El verdadero drama de esta historia, su profunda lección de discipulado, se desarrolla en el instante posterior a la luz. Es el epílogo que redefine el propósito del milagro. El ciego sanado realizó dos actos que constituyen el destino de todo aquel que es tocado por la Gracia:

Primero, dio la gloria a Dios. Su primer acto visible, su primera acción en la luz, fue una afirmación teológica y pública de la Fuente. Los milagros no tienen como fin glorificar la destreza del obrador o la eficacia del método; son, en esencia, teofanías que deben dirigir la mirada del beneficiario y de los testigos al Único Dador. El hombre que recibe el milagro y se queda con él sin dar gloria a Dios, ha convertido la gracia en una propiedad privada, y ha fallado en el examen final del discipulado.

Segundo, y este es el detalle que eleva la historia a la categoría de la alegoría eterna: le siguió. La narrativa, que comenzó con Bartimeo sentado junto al camino, termina con él siguiéndole por el camino. Este cambio de posición es la única respuesta aceptable a la sanidad. La Gracia no es un seguro para una vida cómoda en la orilla; es un llamamiento a la marcha. Es una dotación para el camino.

Pero el sendero que Jesús emprendía era el más estrecho y exigente de todos: el camino a Jerusalén. El camino de la Pasión. Este milagro, al ser el último de sanidad, sirve como pórtico; el sanado entra directamente al Via Crucis. La vista que Bartimeo acababa de recibir no era para contemplar las flores del campo o el rostro de los mercaderes, sino para fijarla en el rostro resuelto de Aquel que se dirigía a la muerte.

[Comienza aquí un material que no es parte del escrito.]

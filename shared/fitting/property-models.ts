/**
 * Registry of the measured properties the Lennard-Jones fit understands, keyed by dataset kind.
 * Adding a property (e.g. density) is one entry here: its model with the analytic gradient in (ε/k_B, σ).
 */
import { b2WithGradient } from '../physics/virial';
import { viscosityWithGradient } from '../physics/viscosity';

export interface PropertyContext {
  molarMassGPerMol?: number;
  quantumCorrection: boolean;
}

export interface PropertyPrediction {
  value: number;
  dEpsilonK: number;
  dSigmaAngstrom: number;
}

export interface PropertyModel {
  /** Name shown in messages, with the unit of `value`. */
  label: string;
  unit: string;
  /** True when the model cannot be evaluated without the molar mass. */
  needsMolarMass: boolean;
  /**
   * k such that, at fixed T and ε, the classical model scales as σ^k (B2 ∝ b0 ∝ σ³; η ∝ σ^−2).
   * The starting-value scan uses it to solve σ for a trial ε in closed form; null if the property has no such scaling.
   */
  sigmaExponent: number | null;
  evaluate(temperatureK: number, epsilonK: number, sigmaAngstrom: number, context: PropertyContext): PropertyPrediction;
}

export const PROPERTY_MODELS = {
  b2: {
    label: 'second virial coefficient B2',
    unit: 'cm3/mol',
    needsMolarMass: false,
    sigmaExponent: 3,
    evaluate(temperatureK, epsilonK, sigmaAngstrom, context) {
      const quantum = context.quantumCorrection && context.molarMassGPerMol !== undefined ? { molarMassGPerMol: context.molarMassGPerMol } : undefined;
      const point = b2WithGradient(temperatureK, epsilonK, sigmaAngstrom, quantum);
      return { value: point.b2Cm3PerMol, dEpsilonK: point.dB2dEpsilonK, dSigmaAngstrom: point.dB2dSigmaAngstrom };
    },
  },
  viscosity: {
    label: 'dilute-gas viscosity',
    unit: 'uPa s',
    needsMolarMass: true,
    sigmaExponent: -2,
    evaluate(temperatureK, epsilonK, sigmaAngstrom, context) {
      if (context.molarMassGPerMol === undefined) throw new Error('the viscosity model needs the molar mass');
      const point = viscosityWithGradient(temperatureK, epsilonK, sigmaAngstrom, context.molarMassGPerMol);
      return { value: point.viscosityMicroPaS, dEpsilonK: point.dEtadEpsilonK, dSigmaAngstrom: point.dEtadSigmaAngstrom };
    },
  },
} satisfies Record<string, PropertyModel>;

export type FitKind = keyof typeof PROPERTY_MODELS;

export const FIT_KINDS = Object.keys(PROPERTY_MODELS) as FitKind[];

export function isFitKind(kind: unknown): kind is FitKind {
  return typeof kind === 'string' && Object.prototype.hasOwnProperty.call(PROPERTY_MODELS, kind);
}
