/** The words for the priors of the free parameters (flat within the bounds, times the set's Gaussian when given). */
export function priorWords(
  free: readonly LjParameter[],
  bounds: Record<LjParameter, [number, number]>,
  priors?: LjPosteriorOptions['priors'],
  set?: ParameterSetPrior,
): string {
  const words = free.map((n) => {
    const p = priors?.[n];
    const [lo, hi] = bounds[n];
    return p
      ? `${LABELS[n][0]}: Gaussian ${p.mean} ± ${p.standardDeviation} ${LABELS[n][1]} within [${lo}, ${hi}]`
      : `${LABELS[n][0]}: flat on [${lo}, ${hi}] ${LABELS[n][1]}`;
  });
  if (set) {
    const se = [Math.sqrt(set.covariance[0][0]), Math.sqrt(set.covariance[1][1])];
    const r = set.covariance[0][1] / (se[0] * se[1]);
    words.push(
      `times the bivariate Gaussian of ${set.label ?? `parameter set ${set.parameterSetId}`} (ε/k_B = ${set.epsilonK} ± ${se[0].toPrecision(3)} K, σ = ${set.sigmaAngstrom} ± ${se[1].toPrecision(3)} Å, correlation ${r.toFixed(3)})` +
        (free.length === 1 ? `, conditioned on the held ${free[0] === 'epsilonK' ? 'σ' : 'ε/k_B'}` : ''),
    );
  }
  return words.join('; ');
}

/** Summaries, correlation, draws, region and diagnostics of a run over the free parameters, in (ε, σ). */
export function summariseRun(
  run: EnsembleRun,
  free: readonly LjParameter[],
  held: Record<LjParameter, number>,
  drawsWanted: number,
): Pick<LjPosterior, 'epsilonK' | 'sigmaAngstrom' | 'correlation' | 'draws' | 'credibleRegion95' | 'diagnostics'> & {
  samplerWarnings: string[];
} {
  const full = (x: readonly number[]): [number, number] => {
    const values: Record<LjParameter, number> = { ...held };
    free.forEach((n, k) => (values[n] = x[k]));
    return [values.epsilonK, values.sigmaAngstrom];
  };
  const summaries = {} as Record<LjParameter, ParameterSummary>;
  NAMES.forEach((n) => {
    const k = free.indexOf(n);
    if (k < 0) summaries[n] = { median: held[n], lower95: held[n], upper95: held[n], mean: held[n], standardDeviation: 0 };
    else summaries[n] = summarise(run.samples.map((x) => x[k]));
  });
  let correlation: number | null = null;
  if (free.length === 2) {
    const [a, b] = [summaries.epsilonK, summaries.sigmaAngstrom];
    correlation =
      run.samples.reduce((s, x) => s + (x[0] - a.mean) * (x[1] - b.mean), 0) /
      ((run.samples.length - 1) * a.standardDeviation * b.standardDeviation);
  }
  const stride = Math.max(1, Math.floor(run.samples.length / drawsWanted));
  const draws: LjPosterior['draws'] = [];
  for (let i = run.samples.length - 1; i >= 0 && draws.length < drawsWanted; i -= stride) {
    const [e, s] = full(run.samples[i]);
    draws.push({ epsilonK: e, sigmaAngstrom: s });
  }
  const credibleRegion95 =
    free.length === 2 ? credibleRegionOutline(run.samples, run.logPosterior).map(([e, s]) => ({ epsilonK: e, sigmaAngstrom: s })) : [];
  const perParameter = <T>(values: readonly T[]): Partial<Record<LjParameter, T>> => Object.fromEntries(free.map((n, k) => [n, values[k]]));
  return {
    epsilonK: summaries.epsilonK,
    sigmaAngstrom: summaries.sigmaAngstrom,
    correlation,
    draws,
    credibleRegion95,
    diagnostics: {
      walkers: run.walkers,
      steps: run.steps,
      burnIn: run.burnIn,
      seed: run.seed,
      acceptanceFraction: run.acceptanceFraction,
      autocorrelationTimeSteps: perParameter(run.autocorrelationTime),
      rHat: perParameter(run.rHat),
      effectiveSamples: run.effectiveSamples,
      converged: run.converged,
    },
    samplerWarnings: run.warnings.map((w) => w.replace(/parameter (\d)/g, (_, d: string) => LABELS[free[Number(d) - 1]][0])),
  };
}
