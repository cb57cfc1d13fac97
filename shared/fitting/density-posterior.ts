/**
 * Posterior of (ε/k_B, σ) for a density fit through the simulation stage (md-stage.ts): the same ensemble sampler as
 * the gas-phase posterior (posterior.ts, Goodman & Weare 2010), with every density prediction of every proposal taken
 * from the stage's reweighting pool (MBAR over the stored NPT runs, ../physics/md/mbar.ts) rather than from new runs.
 *
 * Likelihood: each density point is Gaussian with the variance of the measurement plus that of the reweighted
 * prediction, v_i(θ) = (u_i² + u_MD,i(θ)²)/w_i², exactly the combination the Levenberg–Marquardt steps use; since
 * u_MD depends on θ (it grows as the Kish effective samples fall), the normalisation is kept:
 *   ln L(θ) = −½ Σ_i [(ρ_i(θ) − ρ_i,meas)²/(s² v_i(θ)) + ln v_i(θ)],
 * with s² = χ²/ν when the stage scaled its covariance by the reduced χ² (as the gas-phase posterior does), else 1.
 * Non-simulated kinds in a joint fit add their χ² terms with the models of the gas-phase posterior.
 *
 * Coverage: a proposal whose states no stored run reaches (Kish effective samples below the guard) has no honest
 * prediction. It is refused (zero posterior), counted, and reported. When more than `maxRefusedFraction` of the
 * proposals were refused, a short extra round of runs is made at the states of the refused proposals nearest the
 * posterior's centre (Mahalanobis distance in the sample covariance), one on each side of its long axis, and the
 * sampling is repeated from the same seed; at most `extraRounds` times. What is still refused after that is said in
 * words: the intervals are then those of the posterior restricted to where the runs reach.
 * A proposal that moves an included point into the solid region or into another phase than the sample is also refused
 * (the set of points in the likelihood stays that of the fit) and counted separately.
 */
import {
  comparisonMessages,
  priorNote,
  priorOnFree,
  priorSetOf,
  priorWords,
  startingBall,
  summariseRun,
  type LjPosterior,
  type ParameterSetPrior,
} from './lj-posterior';
import type { LjParameter } from './lj-fit';
import { DEFAULT_POSTERIOR_SAMPLES } from './fit-defaults';
import { POSTERIOR_SEED, sampleEnsembleAsync, type EnsembleRun } from './posterior';

export interface DensityPosteriorOptions {
  /** Steps per walker kept (default 1000). */
  samples?: number;
  burnIn?: number;
  walkers?: number;
  seed?: number;
  /** Bivariate Gaussian prior from a previous parameter set. */
  prior?: ParameterSetPrior;
  /** Posterior draws returned for plotting (default 400). */
  drawsReturned?: number;
  /** Fraction of refused proposals above which an extra round of runs is made (default 0.02). */
  maxRefusedFraction?: number;
  /** At most this many extra rounds of runs for the posterior (default 1; 0: never run more). */
  extraRounds?: number;
  /** Stops the sampling (e.g. the fit was cancelled); the sampler gives the event loop a turn every 20 ms either way. */
  signal?: AbortSignal;
}

/** What one proposal gives: the log likelihood, or why it has none. */
export type ProposalOutcome = { logLikelihood: number } | { refused: 'uncovered' | 'phase' };

export interface DensityPosteriorInput {
  free: readonly LjParameter[];
  /** Values of every parameter at the fit's optimum (the held one stays there). */
  estimate: Record<LjParameter, number>;
  stdErr: Record<LjParameter, number | null>;
  /** Covariance of the free parameters (the fit's, in their order). */
  covariance: number[][] | null;
  bounds: Record<LjParameter, [number, number]>;
  /** s² of the likelihood (see the file header), for the words. */
  noiseScale: number;
  /** The log likelihood at (ε, σ) from the reweighting pool (s² included), or a refusal. */
  evaluate(epsilonK: number, sigmaAngstrom: number): ProposalOutcome;
  /** Runs at the states of the given parameter points, added to the pool; resolves to the number of runs made. */
  extend?(points: Array<{ epsilonK: number; sigmaAngstrom: number }>): Promise<number>;
}

export interface DensityPosterior extends LjPosterior {
  /** How the proposals fared against the reach of the stored runs (the final sampling). */
  coverage: {
    proposals: number;
    /** Proposals refused because a state had too few effective samples (Kish guard). */
    refusedUncovered: number;
    /** Proposals refused because an included point left the fluid or changed phase. */
    refusedPhase: number;
    refusedFraction: number;
    /** Extra rounds of runs made for the posterior, and the runs in them. */
    extraRounds: number;
    extraRuns: number;
    /** Fractions refused by each sampling, first to last. */
    refusedFractionBySampling: number[];
  };
}

/** Refused proposals nearest the centre of the samples (Mahalanobis), at most one on each side of the long axis. */
function extraPoints(run: EnsembleRun, refused: number[][]): number[][] {
  const p = run.samples[0].length;
  const mean = Array.from({ length: p }, (_, k) => run.samples.reduce((s, x) => s + x[k], 0) / run.samples.length);
  const cov = Array.from({ length: p }, (_, a) =>
    Array.from(
      { length: p },
      (_, b) => run.samples.reduce((s, x) => s + (x[a] - mean[a]) * (x[b] - mean[b]), 0) / (run.samples.length - 1),
    ),
  );
  const distance = (x: number[]): number => {
    if (p === 1) return (x[0] - mean[0]) ** 2 / cov[0][0];
    const det = cov[0][0] * cov[1][1] - cov[0][1] ** 2;
    const d = [x[0] - mean[0], x[1] - mean[1]];
    return (cov[1][1] * d[0] * d[0] - 2 * cov[0][1] * d[0] * d[1] + cov[0][0] * d[1] * d[1]) / det;
  };
  // Long axis: the leading eigenvector of the sample covariance (closed form for 2×2), or the one axis.
  let axis = [1];
  if (p === 2) {
    const [a, b, d] = [cov[0][0], cov[0][1], cov[1][1]];
    const lambda = (a + d) / 2 + Math.sqrt(((a - d) / 2) ** 2 + b * b);
    axis = Math.abs(b) > 0 ? [b, lambda - a] : a >= d ? [1, 0] : [0, 1];
    const scale = [Math.sqrt(a), Math.sqrt(d)];
    axis = axis.map((v, k) => v / scale[k]);
  }
  const side = (x: number[]) => Math.sign(x.reduce((s, v, k) => s + ((v - mean[k]) / Math.sqrt(cov[k][k])) * axis[k], 0));
  const best = new Map<number, { x: number[]; d: number }>();
  for (const x of refused) {
    const s = side(x);
    const d = distance(x);
    const current = best.get(s);
    if (!current || d < current.d) best.set(s, { x, d });
  }
  return [...best.values()].map((b) => b.x);
}

/** Samples the posterior of a converged simulation stage (see file header). */
export async function densityPosterior(input: DensityPosteriorInput, options: DensityPosteriorOptions = {}): Promise<DensityPosterior> {
  const { free, estimate } = input;
  const held = { ...estimate };
  const full = (x: readonly number[]): [number, number] => {
    const v: Record<LjParameter, number> = { ...held };
    free.forEach((n, k) => (v[n] = x[k]));
    return [v.epsilonK, v.sigmaAngstrom];
  };
  const multivariatePrior = priorOnFree(options.prior, free, held);
  let initial = free.map((n) => estimate[n]);
  let spread = free.map((n) => {
    const se = input.stdErr[n];
    return se !== null && se > 0 ? 0.1 * se : 1e-4 * estimate[n];
  });
  if (multivariatePrior) {
    const ball = startingBall(initial, input.covariance, multivariatePrior);
    if (ball) ({ initial, spread } = ball);
    initial = initial.map((x, k) => Math.min(Math.max(x, input.bounds[free[k]][0]), input.bounds[free[k]][1]));
  }
  const maxRefused = options.maxRefusedFraction ?? 0.02;
  const extraAllowed = input.extend ? (options.extraRounds ?? 1) : 0;
  const fractions: number[] = [];
  let extraRounds = 0;
  let extraRuns = 0;
  for (;;) {
    let proposals = 0;
    let refusedUncovered = 0;
    let refusedPhase = 0;
    const refused: number[][] = [];
    const run = await sampleEnsembleAsync(
      (x) => {
        proposals++;
        const outcome = input.evaluate(...full(x));
        if ('logLikelihood' in outcome) return outcome.logLikelihood;
        if (outcome.refused === 'uncovered') {
          refusedUncovered++;
          if (refused.length < 20_000) refused.push([...x]);
        } else refusedPhase++;
        return -Infinity;
      },
      {
        bounds: free.map((n) => input.bounds[n]),
        initial,
        initialSpread: spread,
        ...(multivariatePrior ? { multivariatePrior } : {}),
        walkers: options.walkers,
        steps: options.samples ?? DEFAULT_POSTERIOR_SAMPLES,
        burnIn: options.burnIn,
        seed: options.seed ?? POSTERIOR_SEED,
      },
      { signal: options.signal },
    );
    const refusedFraction = proposals ? refusedUncovered / proposals : 0;
    fractions.push(refusedFraction);
    if (refusedFraction > maxRefused && extraRounds < extraAllowed && refused.length) {
      const points = extraPoints(run, refused).map((x) => {
        const [epsilonK, sigmaAngstrom] = full(x);
        return { epsilonK, sigmaAngstrom };
      });
      extraRuns += await input.extend!(points);
      extraRounds++;
      continue;
    }
    const summary = summariseRun(run, free, held, options.drawsReturned ?? 400);
    const { samplerWarnings, ...rest } = summary;
    const { linearised, messages } = comparisonMessages(
      { epsilonK: summary.epsilonK, sigmaAngstrom: summary.sigmaAngstrom },
      free,
      estimate,
      input.stdErr,
      input.bounds,
    );
    const boundNote = messages.length && /reaches the bound/.test(messages[messages.length - 1]) ? messages.pop()! : null;
    messages.push(...samplerWarnings);
    if (boundNote) messages.push(boundNote);
    const percent = (f: number) => `${(100 * f).toFixed(f < 0.01 ? 2 : 1)} %`;
    if (refusedFraction > maxRefused) {
      messages.push(
        `${percent(refusedFraction)} of the sampler's proposals fell where the stored runs do not reach (too few effective samples for reweighting)${extraRounds ? ` even after ${extraRounds} extra round(s) of runs` : ''}: they were refused, so the posterior is restricted to the reach of the runs and its intervals may be too narrow on that side.`,
      );
    }
    if (refusedPhase > 0) {
      messages.push(
        `${percent(refusedPhase / proposals)} of the proposals were refused because a point of the fit would leave the fluid region or change phase there; the posterior is zero at such parameters.`,
      );
    }
    if (options.prior) messages.push(priorNote(options.prior, linearised));
    const likelihoodWords =
      'exp(−½ Σ [r²/(s²v) + ln v]) with v = u² + u_MD², every density predicted by MBAR reweighting of the stored runs (no new run per proposal), u_MD its statistical error' +
      (input.noiseScale === 1
        ? ', s² = 1 (the stated uncertainties)'
        : `, s² = χ²/ν = ${input.noiseScale.toPrecision(4)} (uncertainties taken as relative, like the fit's covariance)`);
    return {
      ...rest,
      linearised,
      likelihood: likelihoodWords,
      priors: priorWords(free, input.bounds, undefined, options.prior),
      messages,
      ...(options.prior ? { priorSet: priorSetOf(options.prior) } : {}),
      coverage: {
        proposals,
        refusedUncovered,
        refusedPhase,
        refusedFraction,
        extraRounds,
        extraRuns,
        refusedFractionBySampling: fractions,
      },
    };
  }
}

No existe una forma humana de pagar la deuda de la gracia; el pago es una imposibilidad teológica. Pero la única ofrenda que se asemeja a una respuesta, la única gratitud que el Cielo considera digna, es la entrega total al seguimiento. Es el tomar la vista recuperada y usarla para ver la dirección correcta, y usar las piernas recién liberadas para avanzar en la única dirección que importa: la de la negación propia y la de la cruz. La sanidad de Bartimeo fue su habilitación para el martirio, su pasaporte para la jornada difícil del discipulado.

La historia del ciego Bartimeo se convierte, así, en la plantilla para la vida cristiana. Nos enseña que la perseverancia es la única forma de fe que rompe el silencio; que la especificidad del deseo es la madurez del alma; que el arrojar la capa es la liberación de nuestra falsa seguridad; y que el fin último de todo encuentro con la Gracia no es la recuperación de lo perdido, sino el seguimiento incondicional en el camino de la Cruz. Al renunciar a la quietud de la orilla y tomar la marcha hacia el sacrificio, Bartimeo no solo recuperó la vista, sino que encontró la razón de ser de su existencia: ser un discípulo en el camino. Y en esa marcha, en ese discipulado, se encuentra no solo la sanidad, sino la razón de ser del hombre redimido, el propósito final de la gracia que nos alcanza. Su historia nos pregunta, a nosotros que hemos sido iluminados: ¿Hemos arrojado ya nuestra capa? ¿Estamos sentados todavía junto al camino, o hemos comenzado, por fin, a seguirle en el camino que lleva al Reino? La respuesta se encuentra en la dirección de nuestros pies.